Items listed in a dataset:
[Start of section]

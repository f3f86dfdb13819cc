"""Per-technology factors in a policy file: applied to the switches of that technology only, named in their
findings, and refused with a located error when a key or value is wrong."""

import json

import pytest

from margincheck.checking import check_file

_POLICY = """\
format: margincheck-policy/1
name: mixed-leg
basis: illustrative
technologies:
  sic-mosfet:
    peak_voltage: 0.9
    tj: 10 K
"""


@pytest.fixture
def mixed_leg(tmp_path, write_design, contract_data):
    """The contract design with Q2 on a SiC copy of the device, under a policy with SiC factors."""
    (tmp_path / "p.yaml").write_text(_POLICY, encoding="utf-8")
    devices = contract_data["devices"]
    devices["demo-sic650"] = {**devices["demo-sj650"], "technology": "sic-mosfet"}
    contract_data["switches"][1]["device"] = "demo-sic650"
    contract_data["derating"] = "p.yaml"
    return write_design(contract_data)


def _finding(report, rule, subject):
    return next(finding for finding in report.findings if (finding.rule, finding.subject) == (rule, subject))


def test_technology_factor_applies_to_that_technology_only(mixed_leg):
    report = check_file(mixed_leg)
    si, sic = (_finding(report, "turn-off-overshoot", ref) for ref in ("Q1", "Q2"))
    assert (si.limit, sic.limit) == pytest.approx((0.8 * 650.0, 0.9 * 650.0))  # default 0.80; SiC override 0.9


def test_the_finding_names_the_technology_factor_that_applied(mixed_leg):
    report = check_file(mixed_leg)
    sic = _finding(report, "turn-off-overshoot", "Q2")
    assert "policy mixed-leg: its sic-mosfet factors applied to Q2 (peak_voltage 0.9, tj 10 K)" in sic.note
    assert "sic-mosfet factors" not in _finding(report, "turn-off-overshoot", "Q1").note


def test_the_json_report_lists_the_technology_factors(mixed_leg, run_cli):
    _, out, _ = run_cli("check", mixed_leg, "--format", "json")
    policy = json.loads(out)["policy"]
    assert policy["technologies"] == {"sic-mosfet": {"peak_voltage": 0.9, "tj": {"magnitude": 10.0, "units": "K"}}}


@pytest.mark.parametrize("entry, message", [
    ("  gan-hemt:\n    capacitor_voltage: 0.5",
     "p.yaml:6:5: technologies.gan-hemt.capacitor_voltage: unknown field; did you mean \"peak_voltage\"? (allowed "
     "here: cmti, gate_voltage, peak_voltage, pulse_current, short_circuit, soa, spurious_turn_on, steady_voltage, "
     "tj)"),
    ("  gan:\n    peak_voltage: 0.9",
     "p.yaml:5:3: technologies: expected one of si-mosfet, sic-mosfet, gan-hemt, igbt; got text (\"gan\")"),
    ("  gan-hemt:\n    peak_voltage: 1.5",
     "p.yaml:6:19: technologies.gan-hemt.peak_voltage: 1.5 is greater than the maximum of 1"),
    ("  gan-hemt:\n    tj: -3 K",
     "p.yaml:6:9: technologies.gan-hemt.tj: must not be negative (got \"-3 K\"): the junction limit is t_j_max - "
     "tj, and a policy may only keep it at or below the rating"),
])
def test_a_bad_technology_entry_is_a_located_error(tmp_path, write_design, contract_data, run_cli, entry, message):
    (tmp_path / "p.yaml").write_text(f"format: margincheck-policy/1\nname: p\nbasis: b\ntechnologies:\n{entry}\n",
                                     encoding="utf-8")
    code, out, err = run_cli("check", write_design(contract_data), "--policy", tmp_path / "p.yaml")
    assert (code, out) == (2, "")
    assert err.strip().endswith(message), err
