"""The design file's optional ``captures:`` section as typed data: one ``CaptureSpec`` per measured capture.

The section only names and describes the files; they are read (``read_capture``) when an analysis needs them,
since a capture may be hundreds of megabytes. Each file reference is confined to the design's folder like a
device file's (margincheck.references), and must name an existing regular file.
"""

from __future__ import annotations

from dataclasses import dataclass
from pathlib import Path
from typing import Callable

from margincheck.building import POSITIVE, Builder, get
from margincheck.captures.mapping import CHANNELS, SEPARATORS, TIME, CaptureMapping, check_unit
from margincheck.loading import DocPath, Document
from margincheck.references import FileReferenceError
from margincheck.units import QuantityError

__all__ = ["CaptureSpec", "build_capture_specs"]


@dataclass(frozen=True)
class CaptureSpec:
    """One ``captures:`` entry.

    Attributes
    ----------
    file : Path
        The capture file's real path (confined to the design's folder or an allowed root).
    name : str
        The file's name for messages: the design's folder joined with the reference as written.
    switch : str
        Ref of the switch under test.
    mapping : CaptureMapping
        Columns, units, attenuation, deskew, integer-code scale and offset, separator and decimal mark.
    bus_voltage : float
        Bus voltage of the test [V].
    load_inductance : float
        Load inductance of the double-pulse test [H].
    path : tuple
        Where the entry sits in the design file.
    """

    file: Path
    name: str
    switch: str
    mapping: CaptureMapping
    bus_voltage: float
    load_inductance: float
    path: DocPath


def _units(builder: Builder, document: Document, path: DocPath) -> dict[str, str]:
    units = {}
    for signal, unit in (get(document.data, path) or {}).items():
        try:
            check_unit(signal, unit)
        except QuantityError as error:
            builder.fail(document, path + (signal,), str(error))
            continue
        units[signal] = unit
    return units


def _mapping(builder: Builder, document: Document, path: DocPath) -> CaptureMapping:
    entry = get(document.data, path)
    columns = dict(entry.get("columns", {}))
    if "time_column" in entry:
        columns[TIME] = entry["time_column"]
    deskew = {signal: builder.quantity(document, path + ("deskew", signal), "time")
              for signal in CHANNELS if signal in entry.get("deskew", {})}
    return CaptureMapping(
        columns=columns, units=_units(builder, document, path + ("units",)),
        attenuation={signal: float(value) for signal, value in entry.get("attenuation", {}).items()},
        deskew=deskew,
        scale={signal: float(value) for signal, value in entry.get("scale", {}).items()},
        offset={signal: float(value) for signal, value in entry.get("offset", {}).items()},
        separator=SEPARATORS.get(entry.get("separator", "")), decimal=entry.get("decimal"))


def build_capture_specs(builder: Builder, document: Document, locate_file: Callable[[str], Path]
                        ) -> tuple[CaptureSpec, ...]:
    """Every ``captures:`` entry of a validated design, problems recorded on ``builder``.

    Parameters
    ----------
    builder : Builder
        Collects the located problems (unknown switch ref, refused or missing file, bad unit).
    document : Document
        The validated design.
    locate_file : callable
        Reference as written -> real path; raises FileReferenceError for a refused or missing file.
    """
    refs = {entry["ref"] for entry in document.data["switches"]}
    specs = []
    for index, entry in enumerate(document.data.get("captures", [])):
        path: DocPath = ("captures", index)
        if entry["switch"] not in refs:
            builder.fail(document, path + ("switch",), f'no switch with ref "{entry["switch"]}"')
        try:
            real_path = locate_file(entry["file"])
        except FileReferenceError as error:
            builder.fail(document, path + ("file",), f'capture file "{entry["file"]}": {error}')
            continue
        specs.append(CaptureSpec(
            file=real_path, name=str(document.path.parent / entry["file"]), switch=entry["switch"],
            mapping=_mapping(builder, document, path),
            bus_voltage=builder.quantity(document, path + ("bus_voltage",), "voltage", POSITIVE),
            load_inductance=builder.quantity(document, path + ("load_inductance",), "inductance", POSITIVE),
            path=path))
    return tuple(specs)
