"""Intervals and the corner grid."""

import math

import numpy as np

from margincheck.intervals import Interval, Side, corner_grid, missing_sides


def test_corner_grid_is_the_full_factorial_of_known_ends():
    grid = corner_grid({"a": Interval(1.0, 1.5, 2.0), "b": Interval.exact(5.0), "c": Interval(-1.0, math.nan, 1.0)})
    assert len(grid["a"]) == 4
    assert set(zip(grid["a"], grid["b"], grid["c"])) == {(1, 5, -1), (1, 5, 1), (2, 5, -1), (2, 5, 1)}


def test_one_sided_interval_contributes_its_known_end():
    np.testing.assert_array_equal(Interval(math.nan, math.nan, 40.0).endpoints(), [40.0])


def test_missing_sides_names_the_end():
    inputs = {"i": Interval(math.nan, math.nan, 40.0), "v": None, "g": Interval(1.0, 1.0, 1.0)}
    needs = {"i": Side.MIN, "v": Side.MAX, "g": Side.BOTH}
    assert missing_sides(inputs, needs) == ["i (minimum)", "v"]


def test_missing_sides_is_decided_per_input_and_named_by_label_once():
    # Two inputs from one field (the same device on both sides of a leg): one is missing, one is not.
    inputs = {"r": None, "opposite.r": Interval.exact(0.0), "q": None}
    needs = {"r": Side.MAX, "opposite.r": Side.MIN, "q": Side.MAX}
    labels = {"r": "devices.d.r", "opposite.r": "devices.d.r", "q": "devices.d.r"}
    assert missing_sides(inputs, needs, labels) == ["devices.d.r"]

[End of section]

▶ _WHAT IS NEEDED_
Search the entries for "needs" and show every line that has it.

▶ _PROBLEM SOLUTION_
The section only names and describes the files; they are read (``read_capture``) when an analysis needs them,
    needs = {"i": Side.MIN, "v": Side.MAX, "g": Side.BOTH}
    assert missing_sides(inputs, needs) == ["i (minimum)", "v"]
    needs = {"r": Side.MAX, "opposite.r": Side.MIN, "q": Side.MAX}
    assert missing_sides(inputs, needs, labels) == ["devices.d.r"]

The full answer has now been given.